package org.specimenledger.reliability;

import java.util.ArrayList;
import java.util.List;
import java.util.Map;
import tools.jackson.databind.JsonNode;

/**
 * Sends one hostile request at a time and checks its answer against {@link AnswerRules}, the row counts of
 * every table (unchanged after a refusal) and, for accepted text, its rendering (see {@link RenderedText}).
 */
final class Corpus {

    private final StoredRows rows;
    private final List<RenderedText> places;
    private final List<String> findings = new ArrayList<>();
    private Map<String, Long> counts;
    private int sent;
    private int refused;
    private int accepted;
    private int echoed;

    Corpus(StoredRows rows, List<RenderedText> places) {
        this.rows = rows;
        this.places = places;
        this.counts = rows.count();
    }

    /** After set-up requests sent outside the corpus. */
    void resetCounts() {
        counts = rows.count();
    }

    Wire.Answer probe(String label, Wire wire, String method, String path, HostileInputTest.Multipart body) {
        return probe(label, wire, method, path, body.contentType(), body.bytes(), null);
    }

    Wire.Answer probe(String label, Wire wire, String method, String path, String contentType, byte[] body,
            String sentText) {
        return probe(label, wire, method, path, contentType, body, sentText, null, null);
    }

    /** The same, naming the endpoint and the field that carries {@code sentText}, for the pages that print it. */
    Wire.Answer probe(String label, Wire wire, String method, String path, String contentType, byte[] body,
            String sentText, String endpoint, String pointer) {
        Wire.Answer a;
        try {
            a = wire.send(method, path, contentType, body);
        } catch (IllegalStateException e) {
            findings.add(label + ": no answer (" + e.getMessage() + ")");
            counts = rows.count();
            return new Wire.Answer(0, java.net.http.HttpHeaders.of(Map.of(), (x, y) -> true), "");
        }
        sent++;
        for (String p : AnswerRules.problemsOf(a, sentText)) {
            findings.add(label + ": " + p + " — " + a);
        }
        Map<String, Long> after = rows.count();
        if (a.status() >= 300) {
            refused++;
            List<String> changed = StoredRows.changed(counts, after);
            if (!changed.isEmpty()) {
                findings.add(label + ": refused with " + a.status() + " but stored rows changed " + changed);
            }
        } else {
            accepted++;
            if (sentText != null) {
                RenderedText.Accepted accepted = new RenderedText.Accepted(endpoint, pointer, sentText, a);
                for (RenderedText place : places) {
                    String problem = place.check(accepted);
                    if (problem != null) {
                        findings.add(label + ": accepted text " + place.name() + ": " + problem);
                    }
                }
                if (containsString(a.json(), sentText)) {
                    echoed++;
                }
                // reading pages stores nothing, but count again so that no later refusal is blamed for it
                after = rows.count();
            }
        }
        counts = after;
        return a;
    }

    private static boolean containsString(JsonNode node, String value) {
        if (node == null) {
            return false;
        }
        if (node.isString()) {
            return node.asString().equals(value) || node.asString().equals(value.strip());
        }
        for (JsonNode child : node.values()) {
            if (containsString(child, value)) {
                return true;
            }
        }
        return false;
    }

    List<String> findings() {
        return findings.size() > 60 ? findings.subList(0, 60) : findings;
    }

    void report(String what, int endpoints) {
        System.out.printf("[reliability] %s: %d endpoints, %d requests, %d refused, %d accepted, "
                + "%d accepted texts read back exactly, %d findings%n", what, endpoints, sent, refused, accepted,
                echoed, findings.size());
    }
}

▸ WORK TASK:
Quote the listing in full, please, keeping every line exact.

▸ THE ANSWER:
package org.specimenledger.reliability;

import java.util.ArrayList;
import java.util.List;
import java.util.Map;
import tools.jackson.databind.JsonNode;

/**
 * Sends one hostile request at a time and checks its answer against {@link AnswerRules}, the row counts of
 * every table (unchanged after a refusal) and, for accepted text, its rendering (see {@link RenderedText}).
 */
final class Corpus {

    private final StoredRows rows;
    private final List<RenderedText> places;
    private final List<String> findings = new ArrayList<>();
    private Map<String, Long> counts;
    private int sent;
    private int refused;
    private int accepted;
    private int echoed;

    Corpus(StoredRows rows, List<RenderedText> places) {
        this.rows = rows;
        this.places = places;
        this.counts = rows.count();
    }

    /** After set-up requests sent outside the corpus. */
    void resetCounts() {
        counts = rows.count();
    }

    Wire.Answer probe(String label, Wire wire, String method, String path, HostileInputTest.Multipart body) {
        return probe(label, wire, method, path, body.contentType(), body.bytes(), null);
    }

    Wire.Answer probe(String label, Wire wire, String method, String path, String contentType, byte[] body,
            String sentText) {
        return probe(label, wire, method, path, contentType, body, sentText, null, null);
    }

    /** The same, naming the endpoint and the field that carries {@code sentText}, for the pages that print it. */
    Wire.Answer probe(String label, Wire wire, String method, String path, String contentType, byte[] body,
            String sentText, String endpoint, String pointer) {
        Wire.Answer a;
        try {
            a = wire.send(method, path, contentType, body);
        } catch (IllegalStateException e) {
            findings.add(label + ": no answer (" + e.getMessage() + ")");
            counts = rows.count();
            return new Wire.Answer(0, java.net.http.HttpHeaders.of(Map.of(), (x, y) -> true), "");
        }
        sent++;
        for (String p : AnswerRules.problemsOf(a, sentText)) {
            findings.add(label + ": " + p + " — " + a);
        }
        Map<String, Long> after = rows.count();
        if (a.status() >= 300) {
            refused++;
            List<String> changed = StoredRows.changed(counts, after);
            if (!changed.isEmpty()) {
                findings.add(label + ": refused with " + a.status() + " but stored rows changed " + changed);
            }
        } else {
            accepted++;
            if (sentText != null) {
                RenderedText.Accepted accepted = new RenderedText.Accepted(endpoint, pointer, sentText, a);
                for (RenderedText place : places) {
                    String problem = place.check(accepted);
                    if (problem != null) {
                        findings.add(label + ": accepted text " + place.name() + ": " + problem);
                    }
                }
                if (containsString(a.json(), sentText)) {
                    echoed++;
                }
                // reading pages stores nothing, but count again so that no later refusal is blamed for it
                after = rows.count();
            }
        }
        counts = after;
        return a;
    }

    private static boolean containsString(JsonNode node, String value) {
        if (node == null) {
            return false;
        }
        if (node.isString()) {
            return node.asString().equals(value) || node.asString().equals(value.strip());
        }
        for (JsonNode child : node.values()) {
            if (containsString(child, value)) {
                return true;
            }
        }
        return false;
    }

    List<String> findings() {
        return findings.size() > 60 ? findings.subList(0, 60) : findings;
    }

    void report(String what, int endpoints) {
        System.out.printf("[reliability] %s: %d endpoints, %d requests, %d refused, %d accepted, "
                + "%d accepted texts read back exactly, %d findings%n", what, endpoints, sent, refused, accepted,
                echoed, findings.size());
    }
}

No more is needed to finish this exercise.